The Democrats describe their proposal differently: "new revenue would come from increasing taxes on profitable corporations and increasing the top tax rate for households making over $250,000 per year. . . . The plan has several components, including increasing the state’s corporate minimum to $100, up from its current level of $10. A second change to the corporate minimum would apply only to C-Corps which earn gross receipts over $500,000. Those corporations would pay an additional marginal rate of 0.15% up to a cap of $60,000. For those companies paying more than the corporate minimum, the bill retains the 6.6% tax on the first $250,000 of net income. But it raises the rate to 8.2% on net income over $250,000."

Pick your details, and discuss.

40 years of the sound of Jefferson

The state of Jefferson - that area taking in part of southwest Oregon and California north of Redding - may be more a state of mind than it is anything else. But there is a media presence. At least one California weekly proclaims itself the newspaper of Jefferson.

And there's Jefferson Public Radio, now celebrating its 40th anniversary. A fine piece today in the Medford Mail Tribune runs through its history.

Based at Southern Oregon University at Ashland (at the FM station KSOR), JPR has helped keep that southern region a region apart from the rest of Oregon (the rest of which is served by Oregon Public Broadcasting). It does something else too in this time of large-scale broadcasting: It brings a genuinely local flavor to radio in the area.

You can celebrate too: Give 'em a listen.

An education lobby crackup

Here's a column out of Tacoma that some of the Salem budget-setters, and influencers upon budget-setters, might want to read. It could suggest where Oregon's education community may find itself a few months hence- not far from where Washington's does now.

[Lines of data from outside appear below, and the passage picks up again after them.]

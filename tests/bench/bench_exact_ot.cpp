// Exact optimal transport: Barrow's solver against LEMON's NetworkSimplex on the same
// instances, and warm starts against cold solves. Google Benchmark; run for medians with
//   bench_exact_ot --benchmark_repetitions=5 --benchmark_report_aggregates_only=true
// Instances: n = m points, uniform in the unit square or two clusters (30 % / 70 % of A's
// points vs an even split of B's, so mass must cross between clusters); uniform or random
// weights; cost |x-y| (W1) or |x-y|^2 (W2). LEMON gets the complete bipartite graph with an
// explicit cost per arc, built the way its users would; it is skipped above n = 4000, where
// the graph (16M arcs at 4000, ~0.8 GB) stops fitting comfortably. Its time is reported
// twice: graph building plus solve ("lemon"), and the solve alone (counter "solve_s", CPU
// seconds). Every benchmark measures process CPU time next to wall time.
#include <benchmark/benchmark.h>
#include <sys/resource.h>

#include <ctime>
#include <cmath>
#include <random>
#include <string>

#include "transport/exact_ot.h"
#include "transport/exact_warm_state.h"

#ifdef BARROW_HAVE_LEMON
#include <lemon/network_simplex.h>
#include <lemon/smart_graph.h>
#endif

namespace {

using namespace barrow;

enum class Shape { Uniform, TwoClusters };

Cloud makeCloud(Shape shape, int n, bool randomWeights, bool isA, std::uint64_t seed) {
  std::mt19937_64 rng(seed);
  std::uniform_real_distribution<double> u(0.0, 1.0);
  std::normal_distribution<double> z(0.0, 0.06);
  Eigen::MatrixX2d p(n, 2);
  Eigen::VectorXd w = Eigen::VectorXd::Ones(n);
  const double left = isA ? 0.3 : 0.5;
  for (int i = 0; i < n; ++i) {
    if (shape == Shape::Uniform) p.row(i) << u(rng), u(rng);
    else p.row(i) << (u(rng) < left ? 0.25 : 0.75) + z(rng), 0.5 + z(rng);
    if (randomWeights) w(i) = 0.1 + u(rng);
  }
  return Cloud(isA ? "A" : "B", p, w);
}

// CPU time of the process: on a shared machine it moves less than wall time.
double cpuSeconds() {
  timespec ts{};
  clock_gettime(CLOCK_PROCESS_CPUTIME_ID, &ts);
  return double(ts.tv_sec) + 1e-9 * double(ts.tv_nsec);
}

double peakRssMiB() {
  rusage ru{};
  getrusage(RUSAGE_SELF, &ru);
  return double(ru.ru_maxrss) / 1024.0;
}

void runBarrow(benchmark::State& state, Shape shape, bool randomWeights, double p, int n) {
  const Cloud a = makeCloud(shape, n, randomWeights, true, 1), b = makeCloud(shape, n, randomWeights, false, 2);
  ExactOtOptions o = exactOtOptionsFor(p);  // what the measures use
  ExactOtResult r;
  for (auto _ : state) {
    r = solveExactOt(a, b, o);
    benchmark::DoNotOptimize(r.plan.data());  // (on a double, this version's DoNotOptimize garbles it)
  }
  if (r.status != ExactOtStatus::Optimal) state.SkipWithError(r.message.c_str());
  state.counters["value"] = r.value;
  state.counters["pivots"] = double(r.pivots);
  state.counters["rounds"] = r.rounds;
  state.counters["arcs"] = r.arcs;
  state.counters["peak_rss_MiB"] = peakRssMiB();  // of the whole process so far
}

#ifdef BARROW_HAVE_LEMON
void runLemon(benchmark::State& state, Shape shape, bool randomWeights, double p, int n) {
  using Graph = lemon::SmartDigraph;
  const Cloud a = makeCloud(shape, n, randomWeights, true, 1), b = makeCloud(shape, n, randomWeights, false, 2);
  double value = 0.0, solveSeconds = 0.0;
  for (auto _ : state) {
    Graph g;
    g.reserveNode(2 * n);
    g.reserveArc(n * n);
    std::vector<Graph::Node> na, nb;
    for (int i = 0; i < n; ++i) na.push_back(g.addNode());
    for (int j = 0; j < n; ++j) nb.push_back(g.addNode());
    Graph::ArcMap<double> cost(g);
    for (int i = 0; i < n; ++i)
      for (int j = 0; j < n; ++j) {
        const double d2 = (a.point(i) - b.point(j)).squaredNorm();
        cost[g.addArc(na[std::size_t(i)], nb[std::size_t(j)])] = p == 1.0 ? std::sqrt(d2) : d2;
      }
    // Integer supplies (LEMON's recommended use) summing to exactly 2^52 on both sides.
    Graph::NodeMap<long long> supply(g);
    for (const auto* side : {&a, &b}) {
      const Eigen::VectorXd w = side->normalizedWeights();
      const auto& nodes = side == &a ? na : nb;
      const long long sign = side == &a ? 1 : -1;
      long long sum = 0;
      for (int i = 0; i + 1 < n; ++i) {
        const long long q = std::llround(std::ldexp(w(i), 52));
        supply[nodes[std::size_t(i)]] = sign * q;
        sum += q;
      }
      supply[nodes.back()] = sign * ((1LL << 52) - sum);
    }
    lemon::NetworkSimplex<Graph, long long, double> ns(g);
    ns.costMap(cost).supplyMap(supply);
    const double t0 = cpuSeconds();
    if (ns.run() != lemon::NetworkSimplex<Graph, long long, double>::OPTIMAL) state.SkipWithError("LEMON: not optimal");
    solveSeconds = cpuSeconds() - t0;
    value = std::pow(std::ldexp(ns.totalCost(), -52), 1.0 / p);
  }
  state.counters["value"] = value;
  state.counters["solve_s"] = solveSeconds;
  state.counters["peak_rss_MiB"] = peakRssMiB();
}
#endif

// Warm start after a small move of A: the basis of the solve before the move is reused.
// "shift": all of A translated by 1 % of the joint diameter (one step of a shift sweep);
// "jitter": every point of A moved by up to 1 % of the diameter in a random direction;
// "drag": one point moved by 10 % of the diameter; "shift-apart": the shift, with B first
// moved 1.5 to the right so that the supports lie apart (a shift sweep past overlap). The
// cold solve of the same moved instance is the matching "cold" benchmark.
enum class Move { Shift, Jitter, Drag, ShiftApart };

Cloud moved(const Cloud& a, Move move, double diameter) {
  Cloud out = a;
  std::mt19937_64 rng(99);
  std::uniform_real_distribution<double> u(-1.0, 1.0);
  switch (move) {
    case Move::Shift:
    case Move::ShiftApart: out.points.col(0).array() += 0.01 * diameter; break;
    case Move::Jitter:
      for (Eigen::Index i = 0; i < out.size(); ++i) {
        const double t = M_PI * u(rng), r = 0.01 * diameter * (0.5 + 0.5 * u(rng));
        out.points.row(i) += Eigen::RowVector2d(r * std::cos(t), r * std::sin(t));
      }
      break;
    case Move::Drag: out.points.row(out.size() / 2) += Eigen::RowVector2d(0.1 * diameter, 0.0); break;
  }
  return out;
}

void runMoved(benchmark::State& state, Move move, double p, int n, bool warm) {
  const Cloud a = makeCloud(Shape::Uniform, n, true, true, 1);
  Cloud b = makeCloud(Shape::Uniform, n, true, false, 2);
  if (move == Move::ShiftApart) b.points.col(0).array() += 1.5;
  const Cloud a2 = moved(a, move, jointDiameter(a, b));
  ExactOtOptions o = exactOtOptionsFor(p);  // what the measures use
  std::shared_ptr<WarmState> before;
  solveExactOt(a, b, o, nullptr, &before);
  const auto& state0 = dynamic_cast<const ExactWarmState&>(*before);
  ExactOtResult r;
  for (auto _ : state) {
    state.PauseTiming();
    std::shared_ptr<WarmState> slot = std::make_shared<ExactWarmState>(state0);
    state.ResumeTiming();
    r = solveExactOt(a2, b, o, nullptr, warm ? &slot : nullptr);
    benchmark::DoNotOptimize(r.plan.data());  // (on a double, this version's DoNotOptimize garbles it)
  }
  if (r.status != ExactOtStatus::Optimal || r.warmStarted != warm) state.SkipWithError("unexpected start");
  state.counters["value"] = r.value;
  state.counters["pivots"] = double(r.pivots);
  state.counters["rounds"] = r.rounds;
}

// Ablation at one size: what each design choice of the solver buys, on uniform clouds with
// random weights (LEMON above is the plain network simplex on all n·m arcs).
void runVariant(benchmark::State& state, std::string variant, double p, int n) {
  const Cloud a = makeCloud(Shape::Uniform, n, true, true, 1), b = makeCloud(Shape::Uniform, n, true, false, 2);
  ExactOtOptions o = exactOtOptionsFor(p);  // what the measures use
  if (variant == "single-level-greedy") o.multiscale = false;
  if (variant == "single-level-northwest") o.multiscale = false, o.initial = InitialBasis::NorthWest;
  if (variant == "neighbours-2") o.neighbours = 2;
  if (variant == "neighbours-16") o.neighbours = 16;
  if (variant == "arcs-per-row-1") o.arcsPerRow = 1;
  if (variant == "groups-of-8") o.groupSize = 8;
  ExactOtResult r;
  for (auto _ : state) {
    r = solveExactOt(a, b, o);
    benchmark::DoNotOptimize(r.plan.data());
  }
  if (r.status != ExactOtStatus::Optimal) state.SkipWithError(r.message.c_str());
  state.counters["pivots"] = double(r.pivots);
  state.counters["rounds"] = r.rounds;
  state.counters["arcs"] = r.arcs;
}

void registerAll() {
  const char* shapeName[] = {"uniform", "clusters"};
  const char* weightName[] = {"w-uniform", "w-random"};
  for (int shape = 0; shape < 2; ++shape)
    for (int weights = 0; weights < 2; ++weights)
      for (double p : {1.0, 2.0})
        for (int n : {500, 1000, 2000, 4000, 8000}) {
          const std::string tag = std::string(shapeName[shape]) + "/" + weightName[weights] + "/W" +
                                  std::to_string(int(p)) + "/" + std::to_string(n);
          benchmark::RegisterBenchmark(("barrow/" + tag).c_str(), runBarrow, Shape(shape), weights == 1, p, n)
              ->Unit(benchmark::kMillisecond)
              ->MeasureProcessCPUTime()
              ->UseRealTime();
#ifdef BARROW_HAVE_LEMON
          if (n <= 4000)
            benchmark::RegisterBenchmark(("lemon/" + tag).c_str(), runLemon, Shape(shape), weights == 1, p, n)
                ->Unit(benchmark::kMillisecond)
                ->MeasureProcessCPUTime()
                ->UseRealTime();
#endif
        }
  for (const char* variant : {"default", "single-level-greedy", "single-level-northwest", "neighbours-2",
                              "neighbours-16", "arcs-per-row-1", "groups-of-8"})
    for (double p : {1.0, 2.0})
      benchmark::RegisterBenchmark(("ablation/" + std::string(variant) + "/W" + std::to_string(int(p)) + "/2000").c_str(),
                                   runVariant, std::string(variant), p, 2000)
          ->Unit(benchmark::kMillisecond)
          ->MeasureProcessCPUTime()
          ->UseRealTime();
  const char* moveName[] = {"shift1pct", "jitter1pct", "drag1point", "shift1pct-apart"};
  for (int move = 0; move < 4; ++move)
    for (double p : {1.0, 2.0})
      for (int n : {1000, 2000, 4000})
        for (bool warm : {false, true}) {
          const std::string tag = std::string(warm ? "warm/" : "cold/") + moveName[move] + "/W" +
                                  std::to_string(int(p)) + "/" + std::to_string(n);
          benchmark::RegisterBenchmark(tag.c_str(), runMoved, Move(move), p, n, warm)
              ->Unit(benchmark::kMillisecond)
              ->MeasureProcessCPUTime()
              ->UseRealTime();
        }
}

}  // namespace

int main(int argc, char** argv) {
  registerAll();
  benchmark::Initialize(&argc, argv);
  if (benchmark::ReportUnrecognizedArguments(argc, argv)) return 1;
  benchmark::RunSpecifiedBenchmarks();
  benchmark::Shutdown();
  return 0;
}
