// Browser tests of the HTML report: each report is written by the real barrow-cli, opened
// from disk in the system Chromium (puppeteer-core, no browser download) with every network
// request refused, and checked against what barrow-cli sweep / findings / measure print and
// against the engine's own family map (barrow_family_points). Any request other than the
// file itself, any console error, uncaught exception or dialog fails the run.
import { execFileSync } from 'node:child_process';
import fs from 'node:fs';
import path from 'node:path';
import { pathToFileURL } from 'node:url';
import { launch } from './browser.mjs';

const opt = {};
for (let k = 2; k < process.argv.length; k += 2) opt[process.argv[k].replace(/^--/, '')] = process.argv[k + 1];
for (const need of ['cli', 'family-points', 'chromium', 'work'])
  if (!opt[need]) { console.error(`report_browser_test: missing --${need}`); process.exit(2); }
fs.mkdirSync(opt.work, { recursive: true });
const work = (f) => path.join(opt.work, f);

let failures = 0, checks = 0;
function check(ok, what) { ++checks; if (!ok) { ++failures; console.error('FAIL: ' + what); } }
function near(a, b, tol) { return Math.abs(a - b) <= tol * Math.max(1, Math.abs(a), Math.abs(b)); }

// ---- inputs ----------------------------------------------------------------------------------
// Invented scenario: a ring of sensors (A) against a skewed cluster (B), generated from a fixed
// linear congruential sequence so the files are the same on every machine.
function lcg(seed) { let s = seed >>> 0; return () => ((s = (Math.imul(s, 1664525) + 1013904223) >>> 0) / 4294967296); }
function writeCloud(file, pts) { fs.writeFileSync(work(file), 'x,y,w\n' + pts.map((p) => p.join(',')).join('\n') + '\n'); return work(file); }
const r1 = lcg(7), r2 = lcg(8);
const aFile = writeCloud('ring.csv', Array.from({ length: 40 }, (_, i) => {
  const t = 2 * Math.PI * i / 40, rad = 1 + 0.15 * (r1() - 0.5);
  return [rad * Math.cos(t), rad * Math.sin(t), 0.5 + r1()];
}));
const bFile = writeCloud('cluster.csv', Array.from({ length: 30 }, () => [0.9 + 0.5 * (r2() - 0.5), 0.3 + 0.4 * (r2() - 0.5), 1]));

function cli(...argv) { return execFileSync(opt.cli, argv, { encoding: 'utf8' }); }
function csvTable(text) {
  const lines = text.split('\n').filter((l) => l && !l.startsWith('#'));
  const columns = lines[0].split(',');
  const rows = lines.slice(1).map((l) => l.split(',').map((c) => (c === '' ? null : c === 'inf' || c === '-inf' ? c : Number(c))));
  return { columns, rows };
}
// A_θ as the page drew it: each circle of the path starts with an absolute "M x y" at the
// point, then "m-r 0" to its edge (no arc when the point has no mass).
const drawnA = (page, sel = '#cloud-fig path.cloud-a') => page.evaluate((sel) => document.querySelector(sel).getAttribute('d'), sel)
  .then((d) => [...d.matchAll(/M([^ ]+) ([^maM]+)(?:m([^ ]+) 0)?/g)].map((m) => [Number(m[1]), Number(m[2]), m[3] ? -Number(m[3]) : 0]));
function familyPoints(a, b, family, dir, center, thetas) {
  return JSON.parse(execFileSync(opt['family-points'], [a, b, family, dir, center, ...thetas.map(String)], { encoding: 'utf8' }));
}

const sweepArgs = ['--a', aFile, '--b', bFile, '--family', 'shift', '--direction', '1,0.5', '--from', '-1.5', '--to', '1.5',
                   '--steps', '61', '--measures', 'w2,sinkhorn,mmd,energy,hausdorff,js,kl_ab,tv', '--threads', '1',
                   '--refine-budget', '400'];  // enough bisection to confirm the histogram jumps
const t0 = Date.now();
cli('report', ...sweepArgs, '--out', work('main.html'));
cli('sweep', ...sweepArgs, '--out', work('main.csv'));
const sweepCsv = csvTable(fs.readFileSync(work('main.csv'), 'utf8'));
const findingsJson = JSON.parse(cli('findings', '--sweep', work('main.csv'), '--json'));
const measureJson = JSON.parse(cli('measure', '--a', aFile, '--b', bFile, '--measures', 'w2,sinkhorn,mmd,energy,hausdorff,js,kl_ab,tv', '--json'));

A key quote: "To be specific, the Washington Education Association has decided it’s no longer friends with groups that have long been in its political clique. That includes the Washington State PTA, the union that represents school staffers, the League of Education Voters, the Children’s Alliance, Democratic Gov. Chris Gregoire and Democrats in the state House and Senate."

Oregon's situation is no less severe than Washington's was. Could be that Oregon is a little less rigorous in unwillingness to go the tax route, but there's little doubt significant cuts are coming. As in Washington.

So, taxes in Oregon?

They wouldn't do it in Idaho - no surprise there.

They wouldn't do it in Washington either, which did take some people by surprise.

Now - will the Oregon Legislature raise taxes to cop with their state's huge revenue shortfall?

The exact situation will come into focus this week, when the May revenue estimate is delivered - the last major one this session is likely to get. Big cuts are almost certainly going to happen in any event. But will taxes, in some form or other, be raised to fill the gaps?

There doesn't seem to be much affirmative discussion of the idea at Salem, at least publicly. The Eugene Register-Guard's piece today on the matter may provide some clarity: "No detailed tax package has emerged so far this session, but behind-the-scenes discussions suggest that the Democratic majority in Salem wants to concentrate its pursuit of higher taxes on wealthy Oregonians and profitable corporations."

Consider that maybe an early indicator.